> [EXERCISE REQUIREMENTS] Tell me how many lines in the entries below contain the word "trace"; reply with the number and nothing else.

[INPUT RECORDS Boundary: Start]

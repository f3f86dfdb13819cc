"""The switching edges of a measured double-pulse capture, found by a comparator with hysteresis.

A double-pulse capture holds the end of the first pulse (turn-off at the first pulse's current), the second
pulse's turn-on (at about the same current, now commutating the opposite diode) and its turn-off. The edges are
found on the gate voltage (or, without a gate trace, on v_ds with the sense inverted) by a Schmitt trigger: the
state turns on only when the signal reaches the upper threshold and off only when it falls to the lower one, so
noise and ringing smaller than the band between them cannot make extra edges. The instant of an edge is the last
crossing of the middle of the band before the trigger fired (interpolated between samples, no smoothing).

The thresholds default to 30 % and 70 % of the span between the signal's low and high levels (its 2nd and 98th
percentiles): `common practice` for a comparator on a two-level signal, not a published definition.
"""

from __future__ import annotations

from dataclasses import dataclass

import numpy as np

__all__ = ["DoublePulseEdges", "NotMeasurable", "WaveformError", "check_waveforms", "comparator_edges",
           "find_edges", "segment"]


class WaveformError(ValueError):
    """A capture that cannot be measured: lengths differ, time not strictly increasing, values not finite, test
    conditions (bus voltage, load inductance) not positive."""


@dataclass(frozen=True)
class NotMeasurable:
    """A figure that could not be taken from the capture, and why (never a silent number)."""

    reason: str


@dataclass(frozen=True)
class ComparatorEdges:
    """Instants [s] at which a two-level signal went high (``rising``) and low (``falling``)."""

    rising: np.ndarray
    falling: np.ndarray
    low_threshold: float
    high_threshold: float


@dataclass(frozen=True)
class DoublePulseEdges:
    """The three edges of a double-pulse capture [s], or why one is missing, and the trace they came from."""

    first_turn_off: float | NotMeasurable
    second_turn_on: float | NotMeasurable
    second_turn_off: float | NotMeasurable
    source: str
    low_threshold: float
    high_threshold: float

    def instants(self) -> list[float]:
        """The edges found, in time order."""
        found = (self.first_turn_off, self.second_turn_on, self.second_turn_off)
        return [edge for edge in found if not isinstance(edge, NotMeasurable)]


def check_waveforms(time: np.ndarray, **signals: np.ndarray | None) -> None:
    """Raise ``WaveformError`` unless ``time`` is strictly increasing and every signal given has its length,
    all values finite."""
    time = np.asarray(time, dtype=float)
    if time.ndim != 1 or time.size < 3:
        raise WaveformError(f"time: expected a 1-D array of at least 3 samples, got shape {time.shape}")
    if not np.all(np.isfinite(time)) or np.any(np.diff(time) <= 0):
        raise WaveformError("time: must be finite and strictly increasing")
    for name, signal in signals.items():
        if signal is None:
            continue
        signal = np.asarray(signal, dtype=float)
        if signal.shape != time.shape:
            raise WaveformError(f"{name}: {signal.shape[0] if signal.ndim else 0} samples, time has {time.size}")
        if not np.all(np.isfinite(signal)):
            raise WaveformError(f"{name}: holds non-finite values (NaN or infinity)")


def comparator_edges(time: np.ndarray, signal: np.ndarray, low_threshold: float, high_threshold: float,
                     ) -> ComparatorEdges:
    """Edges of ``signal`` through a comparator with hysteresis.

    Parameters
    ----------
    time : ndarray
        Sample instants [s], strictly increasing (not necessarily uniform).
    signal : ndarray
        The signal, same length [any unit].
    low_threshold, high_threshold : float
        The comparator turns on at or above ``high_threshold`` and off at or below ``low_threshold``.

    Returns
    -------
    ComparatorEdges
        Rising and falling instants [s]: each the last crossing of the band's middle before the comparator
        fired, linearly interpolated between samples.
    """
    mark = np.where(signal >= high_threshold, 1, np.where(signal <= low_threshold, 0, -1))
    middle = 0.5 * (low_threshold + high_threshold)
    first = int(signal[0] >= middle)
    positions = np.where(mark >= 0, np.arange(mark.size), -1)
    latest = np.maximum.accumulate(positions)
    state = np.where(latest >= 0, mark[np.maximum(latest, 0)], first)
    changes = np.flatnonzero(np.diff(state)) + 1
    above = signal >= middle
    crossings = np.flatnonzero(above[1:] != above[:-1])      # the middle is crossed between k and k + 1
    rising, falling = [], []
    for change in changes:
        k = crossings[np.searchsorted(crossings, change, side="left") - 1]
        instant = time[k] + (middle - signal[k]) / (signal[k + 1] - signal[k]) * (time[k + 1] - time[k])
        (rising if state[change] == 1 else falling).append(instant)
    return ComparatorEdges(np.array(rising), np.array(falling), low_threshold, high_threshold)


def find_edges(time: np.ndarray, signal: np.ndarray, source: str = "v_gs", thresholds=(0.3, 0.7),
               min_hold: float = 50e-9) -> DoublePulseEdges:
    """The turn-off ending the first pulse and the second pulse's turn-on and turn-off.

    Parameters
    ----------
    time : ndarray
        Sample instants [s], strictly increasing.
    signal : ndarray
        The device's gate voltage v_gs [V] (high = on), or v_ds [V] (high = off) when ``source`` is "v_ds".
    source : {"v_gs", "v_ds"}
        Which trace ``signal`` is.
    thresholds : tuple of float
        The comparator's low and high thresholds as fractions of the span between the signal's 2nd and 98th
        percentiles (default 30 % / 70 %, `common practice`).
    min_hold : float
        A state held for less than this [s] is ringing, not a pulse: the two edges around it are dropped
        (default 50 ns, `common practice`: double-pulse on- and off-times are hundreds of ns or more).

    Returns
    -------
    DoublePulseEdges
        The three edge instants [s]; an edge the capture does not hold is ``NotMeasurable`` with the reason.
        A capture that starts in the off state has the first pulse's turn-on skipped.
    """
    if source not in ("v_gs", "v_ds"):
        raise WaveformError(f"source: expected 'v_gs' or 'v_ds', got {source!r}")
    check_waveforms(time, **{source: signal})
    bottom, top = np.percentile(signal, [2.0, 98.0])
    low, high = bottom + thresholds[0] * (top - bottom), bottom + thresholds[1] * (top - bottom)
    if top <= bottom:
        why = NotMeasurable(f"{source} is flat: no edge")
        return DoublePulseEdges(why, why, why, source, low, high)
    edges = comparator_edges(np.asarray(time, float), np.asarray(signal, float), low, high)
    rising, falling = _without_short_states(edges.rising, edges.falling, min_hold)
    turn_ons, turn_offs = (rising, falling) if source == "v_gs" else (falling, rising)
    first_off = _first_after(turn_offs, -np.inf, f"no turn-off found in {source}")
    second_on = _first_after(turn_ons, first_off, "no second pulse: the device never turns on again after the "
                                                  "first turn-off")
    second_off = _first_after(turn_offs, second_on, "the second pulse does not end inside the capture")
    return DoublePulseEdges(first_off, second_on, second_off, source, low, high)


def _without_short_states(rising: np.ndarray, falling: np.ndarray, min_hold: float):
    """Rising and falling instants with every pair of consecutive edges closer than ``min_hold`` removed."""
    instants = np.concatenate([rising, falling])
    up = np.concatenate([np.ones(rising.size, bool), np.zeros(falling.size, bool)])
    order = np.argsort(instants)
    instants, up = list(instants[order]), list(up[order])
    k = 0
    while k + 1 < len(instants):
        if instants[k + 1] - instants[k] < min_hold:
            del instants[k:k + 2], up[k:k + 2]
            k = max(k - 1, 0)
        else:
            k += 1
    instants, up = np.array(instants), np.array(up, dtype=bool)
    return instants[up] if up.size else instants, instants[~up] if up.size else instants


def _first_after(instants: np.ndarray, start, reason: str) -> float | NotMeasurable:
    if isinstance(start, NotMeasurable):
        return start                      # the earlier edge is missing: the same reason holds
    later = instants[instants > start]
    return float(later[0]) if later.size else NotMeasurable(reason)


def segment(time: np.ndarray, edges: DoublePulseEdges, instant: float) -> slice:
    """The samples that belong to the edge at ``instant``: from half-way after the previous edge (or the start
    of the capture) to half-way before the next one (or the end)."""
    instants = edges.instants()
    order = instants.index(instant)
    start = 0.5 * (instants[order - 1] + instant) if order > 0 else time[0]
    end = 0.5 * (instant + instants[order + 1]) if order + 1 < len(instants) else time[-1]
    return slice(int(np.searchsorted(time, start)), int(np.searchsorted(time, end, side="right")))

[INPUT RECORDS Boundary: End]

> [EXPECTED ANSWER] 3